Column #45 Brampton, Ontario Canada
January 1, 1998
Brampton, Ontario Canada
A foolish mental lapse cost my partner and me the chance to advance to the finals earlier today at the weekly Saturday afternoon Blind Draw at the Spot One Pub (289 Rutherford Road) here in Brampton, Ontario. With just seventy remaining I calmly stuck my first dart square into the middle of the triple eighteen. Then, with equal confidence, I placed my second dart into the center of the double eighteen. Now, I grew up in Michigan just across the border from Windsor and in those days a Canadian dollar was worth, maybe, eighty cents on the felt of an American poker table. But nowhere, absolutely nowhere in the world, is a double eighteen a double eight. Talk about stupid darts!
Actually, this was the second time in so many hours that I stepped to the line with my head up my butt and ended up costing our team. Earlier, with forty-six left (and our opponents within closing range) I chose to ignore the obvious six/ten wedgeshot (to leave either the double top or the double eighteen andtwo darts to close) and dropped my first dart into the eleven, instead of the fourteen, trying to set up the thirty-two gameshot. Although I came back with an easy three I, then, wired the double sixteen. The rest is history. I wasted a dart I didn’t need to waste and our opponents capitalized. Stupid.
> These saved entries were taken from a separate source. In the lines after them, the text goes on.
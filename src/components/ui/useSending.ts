import { useRef, useState } from 'react';
import type { ProblemBody } from '../../contracts/problem.ts';
import { newIdempotencyKey, send, type Method, type Sending } from './api.ts';

interface Sent<T> {
  readonly busy: boolean;
  readonly problem: ProblemBody | null;
  /** Answers the value, or undefined where the server refused: then `problem` says why. */
  readonly submit: (
    method: Method,
    path: string,
    sending?: Omit<Sending, 'idempotencyKey'>,
  ) => Promise<T | undefined>;
  readonly clear: () => void;
}

/**
 * One change at a time. The key is made for the intention and kept while it is tried again after an outage, so
 * that nothing is done twice; an answer, whichever, ends it.
 */
export function useSending<T>(): Sent<T> {
  const [busy, setBusy] = useState(false);
  const [problem, setProblem] = useState<ProblemBody | null>(null);
  const key = useRef<string | null>(null);
  return {
    busy,
    problem,
    clear: () => setProblem(null),
    submit: async (method, path, sending = {}) => {
      setBusy(true);
      key.current ??= newIdempotencyKey();
      const answer = await send<T>(method, path, { ...sending, idempotencyKey: key.current });
      setBusy(false);
      if (answer.ok || answer.problem.status < 500) key.current = null;
      setProblem(answer.ok ? null : answer.problem);
      return answer.ok ? answer.value : undefined;
    },
  };
}
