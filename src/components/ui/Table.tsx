import type { MouseEvent, ReactNode, TableHTMLAttributes } from 'react';
import type { MethodTopic } from '../../contracts/methodTopics.ts';
import { MethodLink } from '../marks/MethodLink.tsx';
import { classes } from './classes.ts';

/** Where a cell stands when a narrow screen folds the row into an entry of two lines; without one it is left out. */
export type EntryPlace = 'mark' | 'main' | 'figure' | 'strip' | 'extra';

export type SortDirection = 'ascending' | 'descending';

interface TableProps extends Omit<TableHTMLAttributes<HTMLTableElement>, 'style'> {
  readonly caption: ReactNode;
  readonly showCaption?: boolean;
  /** Folds rows into entries on narrow screens; cells then carry `entry`. */
  readonly entries?: boolean;
  readonly children: ReactNode;
}

/**
 * A real table. Roles are written out because the folded entries lay rows out as a grid, and a browser then forgets
 * that they are rows.
 */
export function Table({ caption, showCaption, entries, className, children, ...rest }: TableProps) {
  return (
    <table {...rest} role="table" className={classes('data-table', entries && 'entries', className)}>
      <caption className={showCaption ? 'type-second' : 'sr-only'}>{caption}</caption>
      {children}
    </table>
  );
}

export function TableHead({ children }: { readonly children: ReactNode }) {
  return <thead>{children}</thead>;
}

export function TableBody({ children }: { readonly children: ReactNode }) {
  return <tbody>{children}</tbody>;
}

interface HeadCellProps {
  readonly children?: ReactNode;
  readonly numeric?: boolean;
  /** Undefined: cannot be sorted; null: can be, is not. */
  readonly sorted?: SortDirection | null;
  readonly onSort?: () => void;
  /** How the figures of the column are computed. */
  readonly method?: MethodTopic;
  /** Says what an empty head is for. */
  readonly label?: string;
  readonly className?: string;
}

export function HeadCell({ children, numeric, sorted, onSort, method, label, className }: HeadCellProps) {
  return (
    <th
      scope="col"
      role="columnheader"
      className={classes(numeric && 'numeric', className)}
      aria-sort={sorted === undefined ? undefined : (sorted ?? 'none')}
    >
      {onSort ? (
        <button type="button" className="sort" onClick={onSort}>
          {!numeric && children}
          <span className="sort-mark" aria-hidden="true">
            {sorted === 'descending' ? '↓' : '↑'}
          </span>
          {numeric && children}
        </button>
      ) : (
        (children ?? <span className="sr-only">{label}</span>)
      )}
      {method && (
        <>
          {' '}
          <MethodLink topic={method} />
        </>
      )}
    </th>
  );
}

interface RowProps {
  readonly children: ReactNode;
  /** The row that j and k stand on, or whose evidence is shown. */
  readonly current?: boolean;
  /** A press anywhere on the row does the same as its link; the link stays for keyboard and screen reader. */
  readonly onOpen?: () => void;
  readonly id?: string;
}

export function Row({ children, current, onOpen, id }: RowProps) {
  const open = (event: MouseEvent<HTMLTableRowElement>) => {
    const onControl =
      event.target instanceof Element && event.target.closest('a, button, input, select, label');
    if (!onControl) onOpen?.();
  };
  return (
    <tr
      id={id}
      role="row"
      data-current={current ? 'true' : undefined}
      className={onOpen && 'row-opens'}
      onClick={onOpen && open}
    >
      {children}
    </tr>
  );
}

interface CellProps {
  readonly children?: ReactNode;
  readonly numeric?: boolean;
  readonly entry?: EntryPlace;
  /** A short word that must not be cut in two: a person's name, a date. */
  readonly nowrap?: boolean;
  readonly className?: string;
  readonly colSpan?: number;
}

export function Cell({ children, numeric, entry, nowrap, className, colSpan }: CellProps) {
  return (
    <td
      className={classes(numeric && 'numeric', nowrap && 'whitespace-nowrap', className)}
      data-entry={entry}
      colSpan={colSpan}
    >
      {children}
    </td>
  );
}

/** The cell that names its row: name and kind on the first line, the sentence with the figures on the second. */
interface NameCellProps {
  readonly name: ReactNode;
  readonly href?: string;
  readonly beside?: ReactNode;
  /** Left out where a narrow screen folds the row, unless `keepSecond`. */
  readonly second?: ReactNode;
  readonly keepSecond?: boolean;
  readonly current?: boolean;
  readonly onFollow?: (event: MouseEvent<HTMLAnchorElement>) => void;
}

export function NameCell({ name, href, beside, second, keepSecond, current, onFollow }: NameCellProps) {
  return (
    <th scope="row" role="rowheader" data-entry="main">
      {href === undefined ? (
        <span className="type-name">{name}</span>
      ) : (
        <a className="row-link" href={href} onClick={onFollow} aria-current={current ? 'true' : undefined}>
          {name}
        </a>
      )}
      {beside && (
        <>
          {' '}
          <span className="row-beside type-second type-small">{beside}</span>
        </>
      )}
      {second && (
        <>
          {' '}
          <span className={classes('row-second type-second', keepSecond && 'row-second-kept')}>{second}</span>
        </>
      )}
    </th>
  );
}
It’s not that I don’t know better. It’s not that I haven’t faced seventy’s and forty-sixes more times than I can count. It’s certainly not that I desire to make a fool out of myself in front of people I’ve never met. But today I did. And worst of all, I embarrassed myself in front of Ian Collet. Stupid.Stupid. Stupid.
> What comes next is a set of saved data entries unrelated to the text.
/** One wire along its route, with an arrowhead at the port it ends at. */

import { memo } from 'react';
import { BaseEdge, type EdgeProps } from 'reactflow';
import type { WireFlowEdge } from './useSheetWires.ts';
import { arrowHead, wirePath } from './wire-path.ts';

export const WireEdge = memo(function WireEdge({ id, data, selected }: EdgeProps<WireFlowEdge>) {
  const points = data?.points ?? [];
  if (points.length < 2) return null;
  const state = selected === true ? ' wire-selected' : '';
  return (
    <>
      <BaseEdge
        id={id}
        path={wirePath(selected === true ? points : (data?.own ?? points))}
        className={`wire${state}`}
        interactionWidth={0}
      />
      <path className="wire-reach react-flow__edge-interaction" d={wirePath(points)} />
      <path className={`wire-head${state}`} d={arrowHead(points)} />
    </>
  );
});
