/** What the loop has to do, on the page: the tab with the list, and the count in the verdict line. */

export { RequirementsTab } from './RequirementsTab.tsx';
export { RequirementVerdict } from './RequirementVerdict.tsx';
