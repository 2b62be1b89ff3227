import { describe, expect, test } from 'vitest';
import { compile } from '../../../src/compile/index.ts';
import { emptyDiagram } from '../../../src/diagram/index.ts';
import { openAsks } from '../../../src/worker/asks.ts';
import type { AskAnswer, AskQuestion } from '../../../src/worker/protocol.ts';
import type { Subject } from '../../../src/worker/topics/index.ts';

const question = (id: number, revision: number, asker = id): AskQuestion => ({
  kind: 'ask',
  id,
  revision,
  asker,
  topic: 'transfer-matrix',
  question: null,
});

function subject(): Subject {
  const diagram = emptyDiagram();
  const derived = compile(diagram);
  if (!derived.ok) throw new Error('an empty sheet is a diagram');
  return { diagram, derivation: derived.value };
}

/** Asks with a record of what was answered, in order, and a way to wait until there is nothing left to do. */
function opened() {
  const sent: AskAnswer[] = [];
  const asks = openAsks(
    answer => void sent.push(answer),
    () => new Promise(resolve => setTimeout(resolve, 0)),
  );
  const answered = async (count: number) => {
    while (sent.length < count) await new Promise(resolve => setTimeout(resolve, 1));
    return sent.map(({ id, outcome }) => ({ id, isDropped: outcome === null }));
  };
  return { asks, answered };
}

describe('questions on demand', () => {
  test('they wait for the model of their revision, and the newest is answered first', async () => {
    const { asks, answered } = opened();
    asks.overtake(3);
    asks.ask(question(1, 3));
    asks.ask(question(2, 3));
    asks.settle(3, subject());
    expect(await answered(2)).toEqual([
      { id: 2, isDropped: false },
      { id: 1, isDropped: false },
    ]);
  });

  test('one about an older drawing is dropped at once', async () => {
    const { asks, answered } = opened();
    asks.overtake(3);
    asks.ask(question(1, 2));
    expect(await answered(1)).toEqual([{ id: 1, isDropped: true }]);
  });

  test('a waiting one is dropped when the drawing changes', async () => {
    const { asks, answered } = opened();
    asks.overtake(3);
    asks.ask(question(1, 3));
    asks.overtake(4);
    expect(await answered(1)).toEqual([{ id: 1, isDropped: true }]);
  });

  test('the same asker waits for its newest question alone', async () => {
    const { asks, answered } = opened();
    asks.overtake(3);
    asks.ask(question(1, 3, 7));
    asks.ask(question(2, 3, 7));
    asks.settle(3, subject());
    expect(await answered(2)).toEqual([
      { id: 1, isDropped: true },
      { id: 2, isDropped: false },
    ]);
  });

  test('where there is no model they are dropped', async () => {
    const { asks, answered } = opened();
    asks.overtake(3);
    asks.ask(question(1, 3));
    asks.settle(3, null);
    expect(await answered(1)).toEqual([{ id: 1, isDropped: true }]);
  });
});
Ian Collet and his wife Carol are a veritable darts institution in Canada. For a decade they have owned the Double Top dartshop in Brampton (263 Queen Street East) — a must stop venue for anybody interested in the game. The likes of Jockey Wilson, Eric Bristow, Peter Evison, Cliff Lazerenko and John Part– not to mention the entire Japanese and Zimbabwean National Teams have all lined up at various times to take on Ian andhis buddy John McGregor on the board in the rear of the shop. I myself took on each of them and managed to take only one game of Cricket from John. And that’s primarily because he dashed out in the middle of our match to pick up a couple of cups of coffee.
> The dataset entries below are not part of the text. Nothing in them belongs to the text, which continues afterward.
/** Wiring two blocks, by mouse or by key, with what was done said. */

import { type Block, type Edit, type PortReference, portCounts, type Wire } from '../../diagram/index.ts';
import { wireKey } from '../../diagram/routing/index.ts';
import { actions, store } from '../store/index.ts';
import { shownTitle } from './block-sentence.ts';

/** A summing point has at most so many ports (format version 1). */
const MOST_SIGNS = 16;

/** A place that a wire leads to: a port, or any free one of the block where it is null. */
export type WireTarget = readonly [block: string, port: number | null];

/**
 * Wires an output port to an input port; where the input port is null, to the block's first open one. A summing point
 * whose ports are all taken grows one.
 */
export function connectBlocks(from: PortReference, to: WireTarget): boolean {
  const { blocks, wires } = store.getState().document.diagram;
  const source = blocks.find(({ id }) => id === from[0]);
  const target = blocks.find(({ id }) => id === to[0]);
  if (source === undefined || target === undefined) return false;
  if (portCounts(source).outputs === 0) return refuse(`${atStart(source)} has no output to wire from.`);
  if (portCounts(target).inputs === 0) return refuse(`${atStart(target)} has no input to wire to.`);
  const { port, grown } = landing(target, to[1], wires);
  const said = `Wired ${shownTitle(source)} to ${shownTitle(target)}.`;
  return actions.editTogether([...grown, { kind: 'connect', from, to: [target.id, port] }], said).length === 0;
}

/** Moves an end of a wire to other ports, as one step; a summing point grows a port where it has none free. */
export function moveWireEnd(wire: Wire, from: PortReference, to: WireTarget): boolean {
  const { blocks, wires } = store.getState().document.diagram;
  const source = blocks.find(({ id }) => id === from[0]);
  const target = blocks.find(({ id }) => id === to[0]);
  if (source === undefined || target === undefined) return false;
  if (portCounts(source).outputs === 0) return refuse(`${atStart(source)} has no output to wire from.`);
  if (portCounts(target).inputs === 0) return refuse(`${atStart(target)} has no input to wire to.`);
  const others = wires.filter(other => other !== wire);
  const { port, grown } = landing(target, to[1], others);
  const newTo: PortReference = [target.id, port];
  const said = `Moved the wire: it leads from ${shownTitle(source)} to ${shownTitle(target)}.`;
  if (actions.editTogether([...grown, { kind: 'moveWireEnd', to: wire.to, newFrom: from, newTo }], said).length > 0)
    return false;
  actions.select({ blocks: new Set(), wires: new Set([wireKey({ from, to: newTo })]) });
  return true;
}

/** The port that a wire to the target ends at, and the edit that makes it where a summing point has to grow. */
function landing(
  target: Block,
  wanted: number | null,
  wires: readonly Wire[],
): { readonly port: number; readonly grown: readonly Edit[] } {
  const inputs = portCounts(target).inputs;
  const taken = new Set(wires.filter(wire => wire.to[0] === target.id).map(wire => wire.to[1]));
  if (wanted !== null && !taken.has(wanted)) return { port: wanted, grown: [] };
  const open = Array.from({ length: inputs }, (_, port) => port).find(port => !taken.has(port));
  const mayMove = wanted === null || target.kind === 'summer';
  if (open !== undefined && mayMove) return { port: open, grown: [] };
  if (target.kind !== 'summer' || target.signs.length >= MOST_SIGNS) return { port: wanted ?? inputs - 1, grown: [] };
  return { port: inputs, grown: [{ kind: 'setField', id: target.id, field: 'signs', value: `${target.signs}+` }] };
}

function atStart(block: Block): string {
  const title = shownTitle(block);
  return title.charAt(0).toUpperCase() + title.slice(1);
}

function refuse(message: string): false {
  actions.notify(message, 'refused');
  return false;
}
For the past few years Carol has served in the elected position of Youth Development Director for the National Darts Federation of Canada. As far back as anyone can remember Ian has been on the cusp of making the Canadian National Team. Together they have cris-crossed the country — from beautiful Vancouver Island to the desolate Yukon, from french-speaking Montreal to economically depressed Newfoundland the Collets have experienced the Canadian darts scene like few others.
So it was an honor tonight to be invited for dinner at the Collet’s home. Some roast beef (with a bit of fat for Ian). A bottle or two of wine. A trip down memory lane with Carol. And some much needed lessons from Ian, one of the best teachers in the business. Indeed, while I’ve traveled to more than sixty countries, thrown darts on six of the seven continents and spent time with some of the wildest personalities in the sport, I simply can not recall having had a better time than I did tonight with Ian and Carol Collet.
Originally from Scotland and with the accents to prove it– but Canadian’s now through and through — both Ian and Carol have a way with a story. Like the time Ian stood up at an exhibition with a cigarette between his lips, and then another and another, as John Lowe repeatedly pierced them away with his darts. Like the day Ian threw until all hours with Eric Bristow, and for the better part of a game of “Fifty One”, bested him until the match reached the double digits. Like the night, and the morning after, both Ian and Carol watched Cliff Lazerenko welcomed into the ranks of those who have been “Screeched” in friendly Newfoundland. To be “Screeched” is an unusual ritual where the inductee is required to toss back several shots of crude brew called Screech and then kiss a dead, North Atlantic cod fish. Apparently Lazerenko passed the initiation rite but, for one of the few times in his life, was forced to swear off liquor for the remainder of the evening.
After the stories came impromptu lessons. A little test to determine my dominant eye. That settled, a tip on where, and how, to stand at the oche. A look at my grip. An admonishment about my lack of follow through, my lousy math and my tendency to berate my performance. A lecture about confidence and attitude.And another admonishment about my desire to wear a baseball cap when I threw. It’s not exactly that Ian called my attire unprofessional but I got the message.
The day — the evening — ended late, but still far too early. I’ll stop back at the Double Top. Lessons learned, I’ll line up again against both Ian and John. I’ll take out the seventy. I’ll take out the forty-six. But never, ever in a million years will I guzzle Screech and kiss a dead fish. I’ll leave that to the Brits and Cliff Lazerenko. Talk about stupid!